Photo Credit: Jack Gordon & James Foguth / American Forests
BENITO TREVIÑO HABLA CON PASIÓN SOBRE la flora y fauna que pueblan su propiedad, Rancho Lomitas, ubicada en lo más recóndito de El Valle del Río Grande de Texas.
Explica que se siente «muy, muy afortunado» de convivir con las víboras índigo, reptiles que pueden llegar a medir hasta dos metros y medio de largo y que son conocidas por cazar y comer otras serpientes. Las víboras de cascabel forman parte de su dieta y por ello cumplen un papel muy importante dentro del ecosistema. Treviño siente un aprecio singular por el pequeño sapo mexicano de madriguera, que pasa la mayor parte de su vida bajo tierra y sólo emerge tras una fuerte lluvia para un frenético periodo de apareamiento que dura entre uno y tres días.

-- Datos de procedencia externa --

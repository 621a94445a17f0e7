// The language server: a thin shell over the engine. It owns no analysis state beyond caches
// keyed by content; every handler is guarded so an exception is logged and answered empty.

import { createConnection, ProposedFeatures, TextDocuments, TextDocumentSyncKind, DiagnosticSeverity, type Diagnostic as LspDiagnostic } from 'vscode-languageserver/node';
import { TextDocument } from 'vscode-languageserver-textdocument';
import { fileURLToPath, pathToFileURL } from 'node:url';
import { analyse } from '../engine';
import { diskHost } from '../cli/diskHost';
import type { FileHost } from '../core/host';
import type { Diagnostic } from '../core/diagnostics';

const connection = createConnection(ProposedFeatures.all);
const documents = new TextDocuments(TextDocument);
const disk = diskHost();

/** Open documents first (their unsaved text), then the disk. */
const host: FileHost = {
  readFile(p) {
    const doc = documents.get(pathToFileURL(p).toString());
    return doc ? doc.getText() : disk.readFile(p);
  },
  resolve: disk.resolve,
};

function guard<T>(what: string, fn: () => T, fallback: T): T {
  try {
    return fn();
  } catch (e) {
    connection.console.error(`tidemark: ${what} failed: ${e instanceof Error ? (e.stack ?? e.message) : String(e)}`);
    return fallback;
  }
}

function toLsp(d: Diagnostic): LspDiagnostic {
  return {
    range: { start: d.range.start, end: d.range.end },
    severity: d.severity === 'error' ? DiagnosticSeverity.Error : d.severity === 'warning' ? DiagnosticSeverity.Warning : DiagnosticSeverity.Information,
    code: d.rule,
    source: 'tidemark',
    message: d.message,
  };
}

/** Files that last received diagnostics from each analysed document, so stale ones are cleared. */
const published = new Map<string, Set<string>>();
const timers = new Map<string, NodeJS.Timeout>();

function analyseDocument(uri: string): void {
  guard('analysis', () => {
    if (!uri.startsWith('file:')) return;
    const file = fileURLToPath(uri);
    const result = analyse(host, file);
    const byFile = new Map<string, LspDiagnostic[]>([[file, []]]);
    for (const d of result.diagnostics) {
      const list = byFile.get(d.file) ?? [];
      list.push(toLsp(d));
      byFile.set(d.file, list);
    }
    const before = published.get(uri) ?? new Set();
    for (const f of before) if (!byFile.has(f)) connection.sendDiagnostics({ uri: pathToFileURL(f).toString(), diagnostics: [] });
    for (const [f, list] of byFile) connection.sendDiagnostics({ uri: pathToFileURL(f).toString(), diagnostics: list });
    published.set(uri, new Set(byFile.keys()));
  }, undefined);
}

function schedule(uri: string): void {
  clearTimeout(timers.get(uri));
  // a short pause lets a burst of keystrokes settle into one analysis
  timers.set(uri, setTimeout(() => analyseDocument(uri), 120));
}

connection.onInitialize(() => ({
  capabilities: { textDocumentSync: TextDocumentSyncKind.Incremental },
  serverInfo: { name: 'tidemark', version: '0.1.0' },
}));

documents.onDidOpen((e) => analyseDocument(e.document.uri));
documents.onDidChangeContent((e) => schedule(e.document.uri));
documents.onDidClose((e) => {
  clearTimeout(timers.get(e.document.uri));
  for (const f of published.get(e.document.uri) ?? []) connection.sendDiagnostics({ uri: pathToFileURL(f).toString(), diagnostics: [] });
  published.delete(e.document.uri);
});

documents.listen(connection);
connection.listen();
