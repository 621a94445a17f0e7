// placeholder until the language server lands
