async function publish(uri: string): Promise<void> {
  // an included file's findings are published by the netlist that includes it
  if (rootFor(uri) !== uri) return;
  // findings carried over for this text are out: its analysis moves with them later, none runs now
  if (pendingMoves.get(uri)?.gen === genOf(uri)) return;
  const gen = genOf(uri);
  const c = await guardAsync('analysis', () => analysisOf(uri), undefined);
  // a newer edit publishes its own
  if (!c || genOf(uri) !== gen || rootFor(uri) !== uri) return;
  if (sentFrom.get(uri) === c.result.diagnostics) return;
  guard('publish', () => send(uri, c.result.diagnostics), undefined);
}

/**
 * An edit. Some kinds are answered at once, from the last analysis: one that changed no meaning
 * (comments, blank lines) moves the findings to their new lines, and a size edit, a rename or a
 * reconnection redoes only what it reaches (engine `reanalyse`, exact).
 * Otherwise a full analysis runs after the debounce, in slices, and the next edit cancels it.
 */
function schedule(uri: string, delayMs = EDIT_DEBOUNCE_MS): void {
  clearTimeout(timers.get(uri));
  const gen = genOf(uri) + 1;
  generation.set(uri, gen);
  // after the messages already received: the protocol library takes one message per turn of
  // the event loop, so two turns let a request sent right behind the edit (an outline) go first
  const quick = () => {
    if (genOf(uri) === gen) tryQuickAnswer(uri, false);
  };
  if (delayMs > 0) setImmediate(() => setImmediate(quick));
  timers.set(
    uri,
    setTimeout(() => {
      if (genOf(uri) !== gen) return;
      // a request that read a long file may have held the thread past the debounce: the quick
      // answer still goes first, so no full analysis starts that it would have made needless
      if (delayMs > 0) quick();
      void publish(uri);
    }, delayMs),
  );
}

«Salen de las madrigueras y empiezan a hacer un sonido como “uo, uo” que se escucha hasta por tres kilómetros», explica Treviño, describiendo el canto de apareamiento de los sapos.
La presencia constante de este anfibio en el Rancho Lomitas es una señal de lo excepcional que es el terreno de Treviño. La agricultura y el desarrollo urbano han desplazado la flora y fauna de la región, reduciendo sus territorios y poniendo en peligro a especies como esta en todo El Valle del Río Grande. El Departamento de Parques y Vida Silvestre de Texas considera al sapo mexicano de madriguera, por ejemplo, como una especie en peligro. Sin embargo, mientras dependa de Treviño, este y otros animales podrán encontrar siempre un refugio seguro en sus tierras.
Treviño, quien es propietario de un vivero de plantas nativas, practica la etnobotánica y comparte sus conocimientos con distintas generaciones de la comunidad, lo que lo ha convertido en toda una leyenda local. Si bien le encantan los reptiles, aves, mariposas y demás especies que crecen aquí, su verdadera pasión son las plantas.
«He dedicado prácticamente toda mi vida a las plantas nativas de esta región», afirma. «Para mí, no sólo se trata de conservar la flora y la fauna, sino de hacerlo con el fin de que todos los seres humanos, como nosotros y como nuestros hijos, podamos disfrutar de sus beneficios», agrega Treviño.
Jon Dale, quien encabeza la labor de American Forests en El Valle del Río Grande y México y conoce a Treviño desde hace ya mucho tiempo, señala que la protección de la diversidad vegetal es fundamental para crear rutas forestales que permitan la subsistencia de especies en peligro como el halcón aplomado del norte, la tortuga de Texas y el ocelote. El Valle del Río Grande alberga la única población de ocelotes en Estados Unidos, aunque estos felinos, con aspecto de jaguar, también se encuentran del otro lado de la frontera, en México.
«Benito es conocido por su innovación en la producción de plántulas. Fue uno de los primeros en involucrarse a fondo hace ya varias décadas», comenta Dale. «Pero él es mucho más que eso. Su amplio conocimiento, comprensión y enseñanzas sobre la importancia de conservar la diversidad de la flora en este ecosistema en peligro es invaluable», añade. La historia de Treviño inicia en 1947, como uno de los quince hijos de una familia de trabajadores agrícolas migrantes de la Ciudad de Río Grande, en el condado de Starr. Desde su juventud, se le inculcó lo significativo del lugar y un profundo respeto por la flora nativa y sus propiedades medicinales. Su casa estaba tan cerca de la frontera con México, que podía arrojar piedras desde su hogar hasta el Río Bravo (Río Grande).
Treviño se crio e instruyó con sus abuelos. Comparte que podían pasar semanas sin que visitaran la ciudad, dado que eran de escasos recursos y la mayoría de las cosas que necesitaban las podían obtener de sus tierras.
«Una y otra vez, nos enseñaban a sobrevivir en este entorno difícil», expresa. «Aprendimos a tejer, hacer sogas, recolectar plantas nativas comestibles o medicinales del campo, hacer jabón, en fin, todo lo necesario para sobrevivir», agrega.
Cuando alguien recibía el golpe de un caballo durante la temporada de marcado equino, Treviño sabía utilizar la manzanita, o cereza de Barbados, para tratar la inflamación. Y si el golpe causaba dolor de cabeza o cuerpo, se recolectaba corteza de sauce y raíces de nopal para preparar una especie de aspirina amortiguada.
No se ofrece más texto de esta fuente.